1860: Mathematician Karl Mikhailovich Peterson uses embedded hypersurfaces in a Euclidean space to locate and erase the Forbidden Ratio.
1891: Charles Sanders Peirce publishes new class of Gnomon algorithm functions which detect and prevent crimes against mathematical constants.
1907: Jazz drummer and theoretical physicist Albert Einstein hosts an all-star benefit concert to raise money for the rebuilding of San Francisco.

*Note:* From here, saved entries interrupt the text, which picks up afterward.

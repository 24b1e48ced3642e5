import { z } from 'zod';
import type { CheckResult, Verdict } from '../rules/types';
import { ControlsSchema, ElectricalSchema, LineSetSchema, partRef, SiteSchema } from './check';
import { AirHandlerSpecSchema, IndoorCoilSpecSchema, MeteringDeviceSpecSchema } from './equipment';
import { isoDate, REFRIGERANT_IDS } from './fields';

/**
 * Priced options on a job, repair or replace, and the customer proposal (issue 11, items 2–4).
 * Estimators and admins only: a tech gets 403 on every route below (job reads stay as they are).
 *
 * Routes and shapes:
 * - GET    /api/jobs/:id/options?<EnergyQuery>       → { items: OptionView[], chosenOptionId: number | null }
 * - POST   /api/jobs/:id/options  OptionInput         → 201 OptionView   (a 4th option → 409 `option-limit`)
 * - GET    /api/options/:id?<EnergyQuery>            → OptionView
 * - PATCH  /api/options/:id  OptionPatch { revision, …any OptionInput field, reprice? } → OptionView (409 when stale)
 * - DELETE /api/options/:id                           → 204
 * - POST   /api/options/:id/choose                    → { chosenOptionId, option: OptionView } (the customer's choice, on the job)
 * - POST   /api/options/:id/make-record               → 201 the draft matched-system record (as POST /api/jobs/:id/systems)
 * - POST   /api/jobs/:id/repair-or-replace  RepairOrReplaceInput → RepairOrReplaceResult
 * - GET    /api/jobs/:id/proposal.pdf?<EnergyQuery>&paper=letter|a4 → application/pdf
 * - POST   /api/jobs/:id/proposal/send  ProposalSendBody → { emailId, messageId, to } (mail failure → 502, nothing recorded as sent; a second send within a minute → 409 `recently-sent` unless `confirm: true`)
 * - GET    /api/settings/shop → ShopSettingsResponse; PUT /api/settings/shop ShopSettings (admin) → ShopSettingsResponse
 *
 * Money is whole cents throughout. Lines for catalog parts are priced from the best current price
 * when saved and kept as that SNAPSHOT; `currentPriceDiffers` says when today's best price is different.
 */
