import { z } from 'zod';

/**
 * Field helpers shared by catalog CSV rows, nameplate specs and API bodies.
 * Each accepts the typed value (JSON) or its text form (a CSV cell), so one schema serves both.
 */

export const REFRIGERANT_IDS = ['R-22', 'R-410A', 'R-32', 'R-454B', 'R-407C'] as const;
export type RefrigerantId = (typeof REFRIGERANT_IDS)[number];

const REFRIGERANT_BY_COMPACT = new Map<string, RefrigerantId>(REFRIGERANT_IDS.map((id) => [id.slice(2), id]));
/** Memo of spellings already seen: the rules engine asks for the same few names on every check. */
const refrigerantNameMemo = new Map<string, string>();

/** Normalises "r410a", "410A", "R-410A" to the trade spelling "R-410A"; other input is returned unchanged. */
export function normalizeRefrigerantName(value: unknown): unknown {
  if (typeof value !== 'string') return value;
  const known = refrigerantNameMemo.get(value);
  if (known !== undefined) return known;
  const compact = value.trim().toUpperCase().replace(/[\s-]/g, '').replace(/^R/, '');
  const result = REFRIGERANT_BY_COMPACT.get(compact) ?? value.trim();
  if (refrigerantNameMemo.size < 512) refrigerantNameMemo.set(value, result);
  return result;
}

/** Normalised model key for matching: upper case with spaces, dashes, dots and slashes removed. */
export function normalizeModel(model: string): string {
  return model.toUpperCase().replace(/[\s\-./]/g, '');
}

const TRUE_WORDS = new Set(['yes', 'y', 'true', '1']);
const FALSE_WORDS = new Set(['no', 'n', 'false', '0']);

/** Empty strings (blank CSV cells) become undefined so optional fields stay optional. */
export function blankToUndefined(value: unknown): unknown {
  if (value === null) return undefined;
  if (typeof value === 'string' && value.trim() === '') return undefined;
  return value;
}

function toBoolean(value: unknown): unknown {
  const v = blankToUndefined(value);
  if (typeof v !== 'string') return v;
  const word = v.trim().toLowerCase();
  if (TRUE_WORDS.has(word)) return true;
  if (FALSE_WORDS.has(word)) return false;
  return v;
}

/** Plain decimals ("3", "-2.5", ".5") or thousands grouped by commas ("1,234.5"); no hex, exponents or words. */
const DECIMAL_TEXT = /^[+-]?(?:\d+(?:\.\d+)?|\.\d+|\d{1,3}(?:,\d{3})+(?:\.\d+)?)$/;

/**
 * A number cell's text to its value, strictly: `Number()` alone would read "0x3" as 3, "1e1" as 10,
 * "2,5" (a decimal comma) as 25 once commas are dropped. Typed (JSON) numbers pass unchanged.
 */
export function parseDecimalText(value: string): number | undefined {
  const t = value.trim();
  if (!DECIMAL_TEXT.test(t)) return undefined;
  const n = Number(t.replace(/,/g, ''));
  return Number.isFinite(n) ? n : undefined;
}

function toNumber(value: unknown): unknown {
  const v = blankToUndefined(value);
  if (typeof v !== 'string') return v;
  return parseDecimalText(v) ?? v;
}

function toList(value: unknown): unknown {
  const v = blankToUndefined(value);
  if (typeof v !== 'string') return v;
  return v
    .split(';')
    .map((s) => s.trim())
    .filter((s) => s !== '');
}

export const refrigerant = z.preprocess(
  (v) => normalizeRefrigerantName(blankToUndefined(v)),
  z.enum(REFRIGERANT_IDS, { error: `refrigerant must be one of ${REFRIGERANT_IDS.join(', ')}` }),
);

export const refrigerantList = z.preprocess(toList, z.array(refrigerant).min(1));

export const yesNo = z.preprocess(toBoolean, z.boolean({ error: 'expected yes or no' }));

/** A number within [min, max]; accepts "1,234.5" text. */
export function numberIn(min: number, max: number) {
  return z.preprocess(
    toNumber,
    z.number({ error: 'expected a plain number such as 2.5 (no letters, exponents or decimal commas)' }).min(min, { error: `must be at least ${min}` }).max(max, { error: `must be at most ${max}` }),
  );
}

export function numberListIn(min: number, max: number) {
  return z.preprocess(toList, z.array(numberIn(min, max)).min(1));
}

export function enumOf<const T extends readonly [string, ...string[]]>(values: T) {
  return z.preprocess(
    (v) => {
      const b = blankToUndefined(v);
      return typeof b === 'string' ? b.trim().toLowerCase() : b;
    },
    z.enum(values, { error: `must be one of ${values.join(', ')}` }),
  );
}

export const text = (max = 200) => z.preprocess((v) => {
  const b = blankToUndefined(v);
  return typeof b === 'string' ? b.trim() : b;
}, z.string().min(1).max(max));

const DAYS_IN_MONTH = [31, 29, 31, 30, 31, 30, 31, 31, 30, 31, 30, 31];
const ISO_DATE_SHAPE = /^\d{4}-\d{2}-\d{2}$/;

/** Whether a YYYY-MM-DD text names a real day (Gregorian leap years); arithmetic, not Date: it runs per CSV row. */
export function isRealIsoDate(value: string): boolean {
  if (!ISO_DATE_SHAPE.test(value)) return false;
  const year = Number(value.slice(0, 4));
  const month = Number(value.slice(5, 7));
  const day = Number(value.slice(8, 10));
  if (month < 1 || month > 12 || day < 1) return false;
  const leap = (year % 4 === 0 && year % 100 !== 0) || year % 400 === 0;
  return day <= (month === 2 && !leap ? 28 : DAYS_IN_MONTH[month - 1]);
}

/** A calendar date as YYYY-MM-DD that exists (2025-02-30 and 2025-13-45 do not). */
export const isoDate = z.preprocess(
  (v) => {
    const b = blankToUndefined(v);
    return typeof b === 'string' ? b.trim() : b;
  },
  z
    .string({ error: 'expected a date as YYYY-MM-DD' })
    .regex(ISO_DATE_SHAPE, { error: 'expected a date as YYYY-MM-DD' })
    // Only a well-formed date is checked against the calendar, so a malformed one reports one problem.
    .refine((v) => !ISO_DATE_SHAPE.test(v) || isRealIsoDate(v), { error: 'not a real calendar date' }),
);

/** Whether a model (or part) name has at least one letter or digit: "-./" normalises to nothing and matches nothing. */
export function hasModelCharacters(model: string): boolean {
  return /[\p{L}\p{N}]/u.test(model);
}

/** Tube outside diameter in inches (residential line sets run 1/4 to 1-5/8). */
export const tubeOdIn = numberIn(0.125, 2.125);
export const tons = numberIn(0.5, 25);
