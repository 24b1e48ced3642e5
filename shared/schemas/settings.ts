import { z } from 'zod';
import type { RuleSettings, TransitionRule } from '../rules/types';
import { isoDate, refrigerant } from './fields';

/**
 * Shop rule settings and refrigerant transition rules as an admin edits them
 * (GET/PUT /api/settings/rules). The same schema validates the server's PUT and the admin form.
 */

const optionalNumber = (min: number, max: number) => z.number().min(min).max(max).optional();

export const RebateTierSchema = z
  .object({
    name: z.string().trim().min(1).max(80),
    seer2: optionalNumber(8, 40),
    eer2: optionalNumber(5, 25),
    hspf2: optionalNumber(4, 15),
  })
  .refine((t) => t.seer2 !== undefined || t.eer2 !== undefined || t.hspf2 !== undefined, {
    error: 'a rebate tier needs at least one of seer2, eer2, hspf2',
    path: ['seer2'],
  });

export const RuleSettingsSchema = z
  .object({
    cfmPerTonMin: z.number().min(200).max(600),
    cfmPerTonMax: z.number().min(200).max(600),
    defaultTargetSubcoolingF: z.number().min(0).max(30),
    defaultMaxLineLengthFt: z.number().min(5).max(500),
    defaultMaxLiftFt: z.number().min(0).max(300),
    // Start-up readings (issue 9): the verdict's margins and the evacuation limits; blank keeps the default.
    superheatToleranceF: optionalNumber(0.5, 15),
    subcoolingToleranceF: optionalNumber(0.5, 10),
    evacuationTargetMicrons: z.number().int().min(50).max(5000).optional(),
    decayLimitMicrons: z.number().int().min(50).max(5000).optional(),
    decayHoldMinutes: z.number().int().min(1).max(120).optional(),
    rebateTier: RebateTierSchema.optional(),
  })
  .refine((s) => s.cfmPerTonMax > s.cfmPerTonMin, { error: 'cfmPerTonMax must be above cfmPerTonMin', path: ['cfmPerTonMax'] })
  .refine((s) => s.decayLimitMicrons === undefined || s.evacuationTargetMicrons === undefined || s.decayLimitMicrons > s.evacuationTargetMicrons, {
    error: 'the decay test limit must be above the evacuation target',
    path: ['decayLimitMicrons'],
  });

export const TransitionRuleSchema = z
  .object({
    id: z.string().trim().regex(/^[a-z0-9][a-z0-9-]{0,63}$/, { error: 'id: lowercase letters, digits and dashes' }),
    refrigerants: z.array(refrigerant).min(1),
    scope: z.enum(['new-system', 'component-replacement', 'any']),
    installFrom: isoDate,
    manufacturedBefore: isoDate.optional(),
    severity: z.enum(['blocker', 'caution']),
    citation: z.string().trim().min(1).max(300),
    note: z.string().trim().max(2000),
  })
  .strict();

export const RulesSettingsBodySchema = z.object({
  settings: RuleSettingsSchema,
  transitionRules: z
    .array(TransitionRuleSchema)
    .max(100)
    .refine((rules) => new Set(rules.map((r) => r.id)).size === rules.length, { error: 'transition rule ids must be unique' }),
});
export type RulesSettingsBody = z.infer<typeof RulesSettingsBodySchema>;

/** GET /api/settings/rules: what checks run with, plus the shared defaults for "reset". */
export interface RulesSettingsResponse {
  settings: RuleSettings;
  transitionRules: TransitionRule[];
  defaults: RuleSettings;
  updatedAt: string | null;
}
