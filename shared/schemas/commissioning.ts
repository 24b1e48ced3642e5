import { z } from 'zod';
import { refrigerant } from './fields';

/**
 * Start-up readings (DESIGN.md §4, §5 contract): POST /api/commissioning/evaluate and the
 * pressure–temperature lookups. The same schemas validate the server's input and the Readings form.
 */

export const METERING_TYPES_FOR_READINGS = ['txv', 'eev', 'piston'] as const;
export const OPERATING_MODES = ['cooling', 'heating'] as const;
export const READING_VERDICTS = ['on-target', 'off-target', 'not-evaluated'] as const;

/** Gauge pressure in psig; the lower bound is a hard vacuum at sea level (the solver checks absolute). */
const psig = z.number({ error: 'enter the pressure in psig' }).min(-14.7, { error: 'below zero absolute' }).max(1000);
const lineTempF = z.number({ error: 'enter the temperature in °F' }).min(-60).max(250);

export const CommissioningEvaluateSchema = z
  .object({
    refrigerant,
    meteringType: z.enum(METERING_TYPES_FOR_READINGS, { error: 'metering type must be txv, eev or piston' }),
    suctionPsig: psig,
    suctionLineF: lineTempF,
    liquidPsig: psig,
    liquidLineF: lineTempF,
    indoorWbF: z.number().min(20).max(100).optional(),
    indoorDbF: z.number().min(20).max(130).optional(),
    indoorRhPct: z.number().min(1).max(100).optional(),
    outdoorDbF: z.number({ error: 'enter the outdoor dry bulb in °F' }).min(-40).max(140),
    targetSubcoolingF: z.number().min(0).max(30).optional(),
    mode: z.enum(OPERATING_MODES).optional(),
    altitudeFt: z.number().min(-1500).max(15000).optional(),
  })
  .strict();
export type CommissioningEvaluateInput = z.infer<typeof CommissioningEvaluateSchema>;

/** The answer of POST /api/commissioning/evaluate (contract); extra fields may follow in `details`. */
export interface CommissioningEvaluateResult {
  superheatF: number;
  subcoolingF: number;
  suctionSatF: number;
  liquidSatF: number;
  targetSuperheatF?: number;
  targetSubcoolingF?: number;
  verdict: (typeof READING_VERDICTS)[number];
  /** One plain sentence: what to do next, with the numbers that led there. */
  advice: string;
  /** Indoor wet bulb in °F the fixed-orifice target used, and whether it was measured or computed from humidity. */
  indoorWbF?: number;
  wetBulbSource?: 'measured' | 'from-humidity';
  /** The shop's ± tolerance in °F the verdict used, and how far the judged reading is from its target (reading − target). */
  toleranceF?: number;
  marginF?: number;
  /** Short plain reasons behind the verdict (for records and tests). */
  reasons?: string[];
  /** Safety cautions for the work the advice leads to (certified technicians, A2L handling). */
  cautions?: string[];
}

/** GET /api/refrigerants/:id/saturation query: exactly one of psig or tempF. */
export const SaturationQuerySchema = z
  .object({
    psig: z.coerce.number().min(-14.7).max(1000).optional(),
    tempF: z.coerce.number().optional(),
    altitudeFt: z.coerce.number().min(-1500).max(15000).optional(),
  })
  .refine((q) => (q.psig === undefined) !== (q.tempF === undefined), { error: 'give either psig or tempF', path: ['psig'] });
export type SaturationQuery = z.infer<typeof SaturationQuerySchema>;
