import { afterEach, describe, expect, it, vi } from 'vitest';
import { today } from '../../../server/checks/checks.service';

// The default install date is the UTC calendar date (ISO 8601, YYYY-MM-DD); today() keeps the string
// for the rest of the UTC day, so these tests move the clock across midnight both ways.
describe('default install date', () => {
  afterEach(() => {
    vi.useRealTimers();
  });

  it('when the clock passes midnight UTC, then the date moves to the next day', () => {
    vi.useFakeTimers({ toFake: ['Date'] });
    vi.setSystemTime(new Date('2026-03-31T23:59:59.999Z'));
    expect(today()).toBe('2026-03-31');
    vi.setSystemTime(new Date('2026-04-01T00:00:00.000Z'));
    expect(today()).toBe('2026-04-01');
  });

  it('when the clock is set back a day, then the date follows it back', () => {
    vi.useFakeTimers({ toFake: ['Date'] });
    vi.setSystemTime(new Date('2026-12-02T12:00:00Z'));
    expect(today()).toBe('2026-12-02');
    vi.setSystemTime(new Date('2026-12-01T23:00:00Z'));
    expect(today()).toBe('2026-12-01');
  });

  it('when a date is given, then it is that date in UTC', () => {
    expect(today(new Date('2025-02-28T23:30:00-05:00'))).toBe('2025-03-01');
  });
});
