import { Redirect } from 'expo-router';
import { CoilsScreen } from '@/components/coils/coils-screen';
import { useCurrentUser } from '@/hooks/use-session';

export default function CoilsRoute() {
  const user = useCurrentUser();
  // Prices stay with the office: a tech is sent home (the API answers 403 anyway).
  if (user.role === 'tech') return <Redirect href="/" />;
  return <CoilsScreen />;
}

1945: Electrical engineer and physicist John Ambrose Fleming dies. He invented the thermionic valve, also known as the vacuum tube.
1946: Mathematician and academic Alice Beta writes a letter to Albert Einstein, warning Einstein that his theories are at risk from the so-called Forbidden Ratio and other criminal mathematical functions.
1955: Physicist, engineer, and academic Albert Einstein dies. He developed the theory of relativity, one of the two pillars of modern physics (alongside quantum mechanics).
1963: Vandal Savage Press is front for clandestiphrine manufacturing operation, charges mathematician and detective Alice Beta.
2011: Mathematician Curt Meyer dies. He made notable contributions to number theory, including an alternative solution to the class number 1 problem, building on the original Stark–Heegner theorem.
2017: Signed first edition of Ringmaster stolen from the Guggenheim by professional art thieves.